DISCO: Mitigating Bias in Deep Learning with Conditional Distance Correlation
Researchers introduce DISCO, a machine learning framework that uses conditional distance correlation to mitigate dataset bias in deep learning models. By grounding the approach in causal theory through the Standard Anti-Causal Model (SAM), the method achieves competitive performance across multiple datasets while requiring fewer hyperparameters than existing bias mitigation techniques.

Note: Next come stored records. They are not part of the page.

"""How a plant's outcome follows from its settings: pressure, two pressures, wash water, lime.

One lake, as its casts stand, one plant, and sweeps of one or two of its settings.  The sweep
of pressure puts CO2 left free beside CO2 bound as calcite: bound, recovery is lower at a given
pressure, the gas purer, and the best pressure turns from high to low.
"""

from collections.abc import Mapping, Sequence
from dataclasses import dataclass, replace
from typing import Any

import numpy as np
import xarray as xr
from numpy.typing import NDArray

from strata import ranges
from strata.column.column import Column
from strata.column.start import first_day
from strata.column.streams import Surroundings
from strata.coupling import excess_density, source_of, stream_of
from strata.errors import OutOfRangeError
from strata.gas import bubble_point, speciate
from strata.lake.site import Lake
from strata.plant import power
from strata.plant.chemistry import density_of, free_gases, laws_of
from strata.plant.intake import plant_weights
from strata.plant.operate import Operation, operate
from strata.plant.plan import Intake, Lime, Plan, Plant, Stage
from strata.plant.streams import WaterStream

Array = NDArray[np.float64]

FREE, BOUND = "CO2 free", "CO2 bound"

#: Outcome -> (unit, long name); every sweep holds all of them.
OUTCOMES = {
    "recovery": ("1", "methane in the product over methane in the feed"),
    "purity": ("1", "mole fraction of methane in the dry product"),
    "carbon_dioxide_share": ("1", "mole fraction of CO2 in the dry product"),
    "nitrogen_share": ("1", "mole fraction of N2 in the dry product"),
    "heating_value": ("J m-3", "lower heating value of the dry product, normal m3"),
    "wobbe_index": ("J m-3", "lower Wobbe index of the dry product, normal m3"),
    "net_energy": ("J m-3", "electric energy left per m3 of feed"),
    "electric_energy": ("J m-3", "electric energy made per m3 of feed"),
    "pump_energy": ("J m-3", "pumping per m3 of feed"),
    "vacuum_energy": ("J m-3", "compression up to the pressure of the air per m3 of feed"),
    "compression_energy": (
        "J m-3",
        "compression above the pressure of the air per m3 of feed",
    ),
    "specific_power": ("J mol-1", "energy used per mole of methane in the product"),
    "return_density": ("kg m-3", "density of the return water at its outlet"),
    "return_density_excess": ("kg m-3", "density of the return water over the lake's there"),
    "return_ph": ("1", "pH of the return water"),
    "lime": ("mol m-3", "lime used per m3 of feed"),
}
#: Aim -> the outcome of which there should be most.
AIMS = {
    "recovery": "recovery",
    "heating value": "heating_value",
    "net energy": "net_energy",
    "return density": "return_density_excess",
}


@dataclass(frozen=True)
class Setting:
    """A plant in its lake as the casts stand."""

    plant: Plant
    feed: WaterStream
    wash_feed: WaterStream | None
    column: Column
    around: Surroundings


def column_today(lake: Lake) -> Column:
    """Return the column of a lake as its casts stand."""
    column = Column(lake, first_day(lake))
    column.refresh()
    return column


def setting_of(
    lake: Lake, plan: Plan, plant: str | None = None, column: Column | None = None
) -> Setting:
    """Return a plant of a plan (the first, or by name) with the water that it draws today.

    A column of :func:`column_today` may be given, to serve several plants.

    Raises
    ------
    strata.OutOfRangeError
        If the plan has no plant of that name.
    """
    by_name = {one.name: one for one in plan.plants}
    chosen = ranges.named("plant", plant, by_name) if plant else plan.plants[0]
    now = column or column_today(lake)

    def drawn(intakes: Sequence[Intake], flow: float) -> WaterStream:
        weights = plant_weights(now.basin.faces, now.seen.stability[1:-1], intakes, flow)
        return stream_of(weights @ now.values, flow)

    wash = chosen.wash
    wash_feed = None
    if wash is not None:
        wash_feed = drawn([Intake(wash.water_depth, 1.0)], wash.water_flow)
    feed = drawn(chosen.intakes, chosen.flow)
    return Setting(chosen, feed, wash_feed, now, now.surroundings())


def outcome(setting: Setting, plant: Plant) -> dict[str, float]:
    """Return the outcomes of a plant, set as given, with the feeds of a setting."""
    site = setting.column.lake.site
    wash_feed = None if plant.wash is None else setting.wash_feed
    if plant.wash is not None and wash_feed is not None:
        wash_feed = replace(wash_feed, flow=plant.wash.water_flow)
    run = operate(plant, setting.feed, wash_feed, site)
    used = run.power
    per_volume = 1.0 / setting.feed.flow
    methane = run.product.of("CH4")
    some = run.product.dry > 0.0
    taken = sum(watts for name, watts in used.items() if name not in ("electric", "net"))
    return {
        "recovery": run.recovery,
        "purity": run.product.share("CH4") if some else np.nan,
        "carbon_dioxide_share": run.product.share("CO2") if some else np.nan,
        "nitrogen_share": run.product.share("N2") if some else np.nan,
        "heating_value": power.heating_value(run.product) if some else np.nan,
        "wobbe_index": power.wobbe_index(run.product) if some else np.nan,
        "net_energy": used["net"] * per_volume,
        "electric_energy": used["electric"] * per_volume,
        "pump_energy": used["pump"] * per_volume,
        "vacuum_energy": used.get("vacuum", 0.0) * per_volume,
        "compression_energy": used.get("compression", 0.0) * per_volume,
        "specific_power": taken / methane if methane > 0.0 else np.nan,
        "lime": run.lime * per_volume,
        **_of_return(setting, plant, run),
    }


def _of_return(setting: Setting, plant: Plant, run: Operation) -> dict[str, float]:
    """Return density, excess over the lake and pH of the return water."""
    water, column = run.returned, setting.column
    depth = plant.return_water.depth
    site = column.lake.site
    source = source_of(plant.name, water, plant.return_water, column)
    ph = speciate(
        water.temperature,
        water.salinity,
        water.of("DIC"),
        water.of("alkalinity"),
        site.air_pressure,
    ).ph
    return {
        "return_density": density_of(water, site, column.pressure_at(depth)),
        "return_density_excess": excess_density(source, setting.around),
        "return_ph": float(ph),
    }


def _dataset(
    shape: tuple[int, ...],
    dims: tuple[str, ...],
    coords: Mapping[str, Any],
    found: Sequence[Mapping[str, float]],
    name: str,
) -> xr.Dataset:
    """Return outcomes, given in C order, as a dataset."""
    variables = {
        key: (
            dims,
            np.array([one[key] for one in found]).reshape(shape),
            {"units": unit, "long_name": words},
        )
        for key, (unit, words) in OUTCOMES.items()
    }
    return xr.Dataset(variables, coords, {"plant": name})


def default_pressures(setting: Setting, count: int = 60) -> Array:
    """Return pressures [Pa] from 0.05 bar to just below where gas comes out, or 10 bar.

    That of the air is among them, as vacuum pumps begin below it and pumping above.
    """
    site, feed = setting.column.lake.site, setting.feed
    gases = free_gases(feed, site).gases
    onset = float(bubble_point(feed.temperature, feed.salinity, gases, laws_of(site)).pressure)
    highest = min(10e5, 0.95 * onset)
    if highest <= 0.06e5:
        raise OutOfRangeError(
            f"plant {setting.plant.name}: its feed has {onset / 1e5:.2f} bar of gas pressure;"
            " there is nothing to separate"
        )
    pressures = np.geomspace(0.05e5, highest, count)
    if site.air_pressure < highest:
        nearest = int(np.argmin(np.abs(np.log(pressures / site.air_pressure))))
        pressures[nearest] = site.air_pressure
    return pressures


def _one_stage(plant: Plant, pressure: float, lime: Lime | None) -> Plant:
    """Return a plant with a single separator, its gas delivered unwashed."""
    stage = replace(plant.stages[0], pressure=pressure, gas_to="product")
    return replace(plant, stages=(stage,), wash=None, lime=lime)


def binding(setting: Setting) -> Lime:
    """Return the lime that binds CO2: that of the plan, else as much as there is free CO2."""
    if setting.plant.lime is not None:
        return setting.plant.lime
    free = free_gases(setting.feed, setting.column.lake.site).gases["CO2"]
    return Lime(dose=free)


def separate(
    lake: Lake,
    plan: Plan,
    plant: str | None = None,
    *,
    pressures: Sequence[float] | Array | None = None,
) -> xr.Dataset:
    """Return what one separator makes of a plant's feed at any pressure, CO2 free and bound.

    The train is taken as its first stage alone and the gas as it leaves it, so that pressure
    is all that differs.  CO2 is bound by the plan's lime, or by as much as there is free CO2.

    Parameters
    ----------
    lake : Lake
    plan : Plan
    plant : str, optional
        Name of one of its plants; the first by default.
    pressures : sequence of float, optional
        Absolute [Pa]; 0.05 bar to where gas comes out (10 bar at most) by default.

    Returns
    -------
    xarray.Dataset
        :data:`OUTCOMES` over ``case`` ("CO2 free", "CO2 bound") and ``pressure``, with
        ``best_pressure`` and ``why`` over ``case`` and ``aim``.
    """
    setting = setting_of(lake, plan, plant)
    swept = default_pressures(setting) if pressures is None else np.asarray(pressures, float)
    limes = {FREE: None, BOUND: binding(setting)}
    found = [
        outcome(setting, _one_stage(setting.plant, float(pressure), lime))
        for lime in limes.values()
        for pressure in swept
    ]
    coords = {
        "case": list(limes),
        "pressure": ("pressure", swept, {"units": "Pa", "long_name": "separator pressure"}),
    }
    sweep = _dataset(
        (len(limes), len(swept)), ("case", "pressure"), coords, found, setting.plant.name
    )
    best = _best(sweep, setting.column.lake.site.air_pressure)
    return sweep.merge(best, combine_attrs="override")


def _best(sweep: xr.Dataset, air_pressure: float) -> xr.Dataset:
    """Return the best pressure of each case for each aim, and why it is best."""
    pressures = sweep["pressure"].values
    best = np.full((sweep.sizes["case"], len(AIMS)), np.nan)
    why = np.full(best.shape, "", dtype=object)
    for i, case in enumerate(sweep["case"].values):
        one = sweep.sel(case=case)
        for k, (aim, name) in enumerate(AIMS.items()):
            values = one[name].values
            if not np.isfinite(values).any():
                continue
            at = int(np.nanargmax(values))
            best[i, k] = pressures[at]
            where = "that of the air" if pressures[at] == air_pressure else _where(at, values)
            why[i, k] = f"{where}: {_REASONS[aim](one, at)}{_flat(values, at)}"
    return xr.Dataset(
        {
            "best_pressure": (
                ("case", "aim"),
                best,
                {"units": "Pa", "long_name": "best separator pressure"},
            ),
            "why": (("case", "aim"), why.astype(str), {"long_name": "why it is best"}),
        },
        {"aim": list(AIMS)},
    )


def _where(at: int, values: Array) -> str:
    """Say where in the range the best lies."""
    if at == 0:
        return "lowest looked at"
    return "highest looked at" if at == len(values) - 1 else "inside the range"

This research addresses a fundamental challenge in machine learning: dataset bias that causes models to learn spurious correlations rather than genuine task-relevant patterns. The introduction of the Standard Anti-Causal Model provides a theoretical foundation for understanding how bias mechanisms operate, establishing conditional independence as a criterion for causal stability. This theoretical grounding distinguishes DISCO from purely empirical approaches to bias mitigation.
The practical contribution centers on two efficient estimators—DISCO_m and sDISCO—that implement conditional distance correlation regularization within gradient-based optimization. The ability to scale seamlessly across multi-bias scenarios addresses a key limitation of prior methods that often struggle when multiple bias sources interact. Testing across six diverse datasets demonstrates consistent competitive performance, suggesting the approach generalizes effectively rather than overfitting to specific dataset characteristics.

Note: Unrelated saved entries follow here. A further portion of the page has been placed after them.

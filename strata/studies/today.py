"""What the plants of some plans would do with the water of today."""

from collections.abc import Callable, Mapping, Sequence
from dataclasses import dataclass

import xarray as xr

from strata.column.column import Column
from strata.lake.site import Lake
from strata.plant.account import Account
from strata.plant.operate import operate
from strata.plant.plan import Plan
from strata.studies.outlet import vary_outlets
from strata.studies.separate import (
    column_today,
    separate,
    separate_by_lime,
    separate_by_wash,
    separate_in_two,
    setting_of,
)


def account_today(
    lake: Lake, plan: Plan, plant: str | None = None, column: Column | None = None
) -> Account:
    """Return what a plant of a plan (the first, or by name) does today at full load."""
    today = setting_of(lake, plan, plant, column)
    run = operate(today.plant, today.feed, today.wash_feed, lake.site)
    return Account(today.plant, run, lake.site)


def accounts_today(lake: Lake, plans: Sequence[Plan]) -> dict[str, Account]:
    """Return the accounts of all plants, by plan and plant."""
    column = column_today(lake)
    return {
        f"{plan.name}, {plant.name}": account_today(lake, plan, plant.name, column)
        for plan in plans
        for plant in plan.plants
    }


def separator_today(lake: Lake, plans: Sequence[Plan]) -> dict[str, xr.Dataset]:
    """Return the pressure sweep of one plant: the first that binds CO2, or the first."""
    pairs = [(plan, plant) for plan in plans for plant in plan.plants]
    if not pairs:
        return {}
    plan, plant = next((pair for pair in pairs if pair[1].lime is not None), pairs[0])
    return {f"{plan.name}, {plant.name}": separate(lake, plan, plant.name)}


@dataclass(frozen=True)
class PlantStudy:
    """A plant as planned, and its settings varied one by one.

    Parameters
    ----------
    plan : str
    account : Account
        As planned.
    sweeps : mapping
        "pressure", "two pressures", "wash" (where there is one), "lime" and "outlets" ->
        what comes of it (see :mod:`strata.studies.separate`, :mod:`strata.studies.outlet`).
    """

    plan: str
    account: Account
    sweeps: Mapping[str, xr.Dataset]


def study_plant(
    lake: Lake,
    plan: Plan,
    plant: str | None = None,
    progress: Callable[[float], None] = lambda share: None,
) -> PlantStudy:
    """Return a plant of a plan (the first, or by name) with all its sweeps.

    Parameters
    ----------
    lake : Lake
    plan : Plan
    plant : str, optional
    progress : callable
        Called with the share of the work done.
    """
    account = account_today(lake, plan, plant)
    studies: dict[str, Callable[..., xr.Dataset]] = {
        "pressure": separate,
        "two pressures": separate_in_two,
    }
    if account.plant.wash is not None:
        studies["wash"] = separate_by_wash
    studies |= {"lime": separate_by_lime, "outlets": vary_outlets}
    sweeps = {}
    for number, (name, study) in enumerate(studies.items(), start=1):
        sweeps[name] = study(lake, plan, account.plant.name)
        progress(number / len(studies))
    return PlantStudy(plan.name, account, sweeps)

For the machine learning and AI development community, this work offers both theoretical clarity and practical tools. Practitioners gain methods requiring fewer hyperparameter tuning iterations, reducing computational overhead during model development. The open-source release enables rapid adoption and validation across different domains. The integration of causal reasoning with deep learning represents a meaningful advancement in building more robust and interpretable models.
Future developments will likely focus on extending these methods to larger-scale models, applying conditional distance correlation to other model architectures beyond standard neural networks, and validating performance on domain-specific applications where bias mitigation is critical such as healthcare, criminal justice, and hiring systems.
- →DISCO introduces conditional distance correlation regularization for mitigating dataset bias in deep learning with theoretical grounding in causal frameworks.
- →The Standard Anti-Causal Model (SAM) provides a unifying theoretical foundation for characterizing bias mechanisms and establishing causal stability criteria.
- →Methods achieve competitive performance across six datasets while requiring fewer hyperparameters than existing bias mitigation approaches.
- →Approach scales efficiently to multi-bias scenarios where multiple bias sources interact simultaneously.
- →Open-source implementation enables rapid adoption and integration into existing machine learning pipelines.